■ TASK INSTRUCTIONS
Copy each line below in which the string "class" appears.
───── RECORDS SHOWN
package org.polebench.measure;

import com.opencsv.RFC4180Parser;
import com.opencsv.RFC4180ParserBuilder;
import com.opencsv.enums.CSVReaderNullFieldIndicator;
import java.io.IOException;
import java.io.UncheckedIOException;

/**
 * Splits one table row into cells with OpenCSV's {@link RFC4180Parser} (RFC 4180: a quoted cell
 * may hold the separator, a doubled quote stands for one). The RFC parser, not OpenCSV's
 * default one, because the default treats backslash as an escape character, and a backslash in
 * a header or a note is ordinary text here.
 *
 * <p>What is ours on top: one physical line is one row (a quoted cell cannot span lines in the
 * formats we read, so {@link RFC4180Parser#parseLine} is called per line and an unclosed quote
 * is reported for its row, keeping line numbers exact); blanks before an opening quote are
 * allowed and the quotes still removed; {@link Delimiter#SPACES} splits on runs of spaces or
 * tabs, which OpenCSV has no separator for: each run outside quotes becomes one space first. Numbers
 * are read by {@link StrictNumber}, never by OpenCSV's locale-based conversion.
 *
 * <p>A cell holding blanks before an opening quote is not split inside its quotes: RFC 4180
 * (§2.5) allows no blanks there, and OpenCSV reads such a cell as unquoted text.
 *
 * <p>One instance per import; reused for every row.
 */
final class CellSplitter {
    private static final char QUOTE = '"';
    private static final String[] NONE = new String[0];

    private final Delimiter delimiter;
    private final RFC4180Parser parser;
    private String[] cells = NONE;
    private int count;
    private boolean unclosedQuote;

    CellSplitter(Delimiter delimiter) {
        this.delimiter = delimiter;
        this.parser = new RFC4180ParserBuilder()
                .withSeparator(delimiter.character())
                .withQuoteChar(QUOTE)
                .withFieldAsNull(CSVReaderNullFieldIndicator.NEITHER)
                .build();
    }

    /** @return the number of cells found in the line */
    int split(String line) {
        unclosedQuote = false;
        boolean quoted = line.indexOf(QUOTE) >= 0;
        String text = line;
        if (delimiter == Delimiter.SPACES) {
            text = singleSpaced(line);
            if (text.isEmpty()) {
                cells = NONE;
                count = 0;
                return 0;
            }
        }
        String[] parsed;
        try {
            parsed = parser.parseLine(text);
        } catch (IOException e) {
            // RFC4180Parser reads a String without I/O; it declares the exception for its interface
            throw new UncheckedIOException(e);
        }
        if (parsed == null) {
            parsed = NONE;
        }
        cells = parsed;
        count = parsed.length;
        if (quoted) {
            unclosedQuote = openedAndNotClosed(text);
            for (int i = 0; i < count; i++) {
                cells[i] = unquoteAfterBlanks(cells[i]);
            }
        }
        return count;
    }

    /**
     * RFC4180Parser hands back an unclosed quoted field as it stands, from its opening quote to
     * the end of the line. A closed one loses at least its outer quotes, so the line's tail then
     * begins inside the field, never right after a separator or at the line's start.
     */
    private boolean openedAndNotClosed(String line) {
        if (count == 0) {
            return false;
        }
        String last = cells[count - 1];
        if (last.isEmpty() || last.charAt(0) != QUOTE || !line.endsWith(last)) {
            return false;
        }
        int at = line.length() - last.length();
        return at == 0 || line.charAt(at - 1) == delimiter.character();
    }

    /** A cell with blanks before its opening quote reaches us unquoted (see the class comment). */
    private String unquoteAfterBlanks(String cell) {
        if (cell.isEmpty() || cell.charAt(0) != ' ') {
            return cell;
        }
        String stripped = cell.strip();
        if (stripped.isEmpty() || stripped.charAt(0) != QUOTE) {
            return cell;
        }
        if (stripped.length() < 2 || stripped.charAt(stripped.length() - 1) != QUOTE) {
            unclosedQuote = true;
            return stripped.substring(1);
        }
        return stripped.substring(1, stripped.length() - 1).replace("\"\"", "\"");
    }

    /**
     * One space for each run of spaces and tabs outside quotes, none at either end, so that
     * OpenCSV's one-character separator sees one space between cells. A doubled quote toggles
     * twice and so leaves the state as it was.
     */
    private static String singleSpaced(String line) {
        StringBuilder out = new StringBuilder(line.length());
        boolean inQuotes = false;
        boolean pendingBlank = false;
        for (int i = 0; i < line.length(); i++) {
            char c = line.charAt(i);
            if (!inQuotes && (c == ' ' || c == '\t')) {
                pendingBlank = out.length() > 0;
                continue;
            }
            if (pendingBlank) {
                out.append(' ');
                pendingBlank = false;
            }
            if (c == QUOTE) {
                inQuotes = !inQuotes;
            }
            out.append(c);
        }
        return out.toString();
    }

    int count() {
        return count;
    }

    /** @return true when the last row split had a quote that was never closed */
    boolean unclosedQuote() {
        return unclosedQuote;
    }

    /** @return the cell as OpenCSV gave it (quotes removed, blanks kept) */
    String cell(int cell) {
        return cells[cell];
    }

    /** @return the cell's number read by {@link StrictNumber} (NaN when it is none) */
    double number(int cell, boolean decimalComma) {
        return StrictNumber.parse(cells[cell], decimalComma);
    }

    /** @return true when the cell holds nothing but blanks */
    boolean blank(int cell) {
        return cells[cell].isBlank();
    }

    /** @return the cell's text, stripped */
    String text(int cell) {
        return cells[cell].strip();
    }
}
──────────
■ ANSWER FOR THIS EXERCISE
final class CellSplitter {
    /** A cell with blanks before its opening quote reaches us unquoted (see the class comment). */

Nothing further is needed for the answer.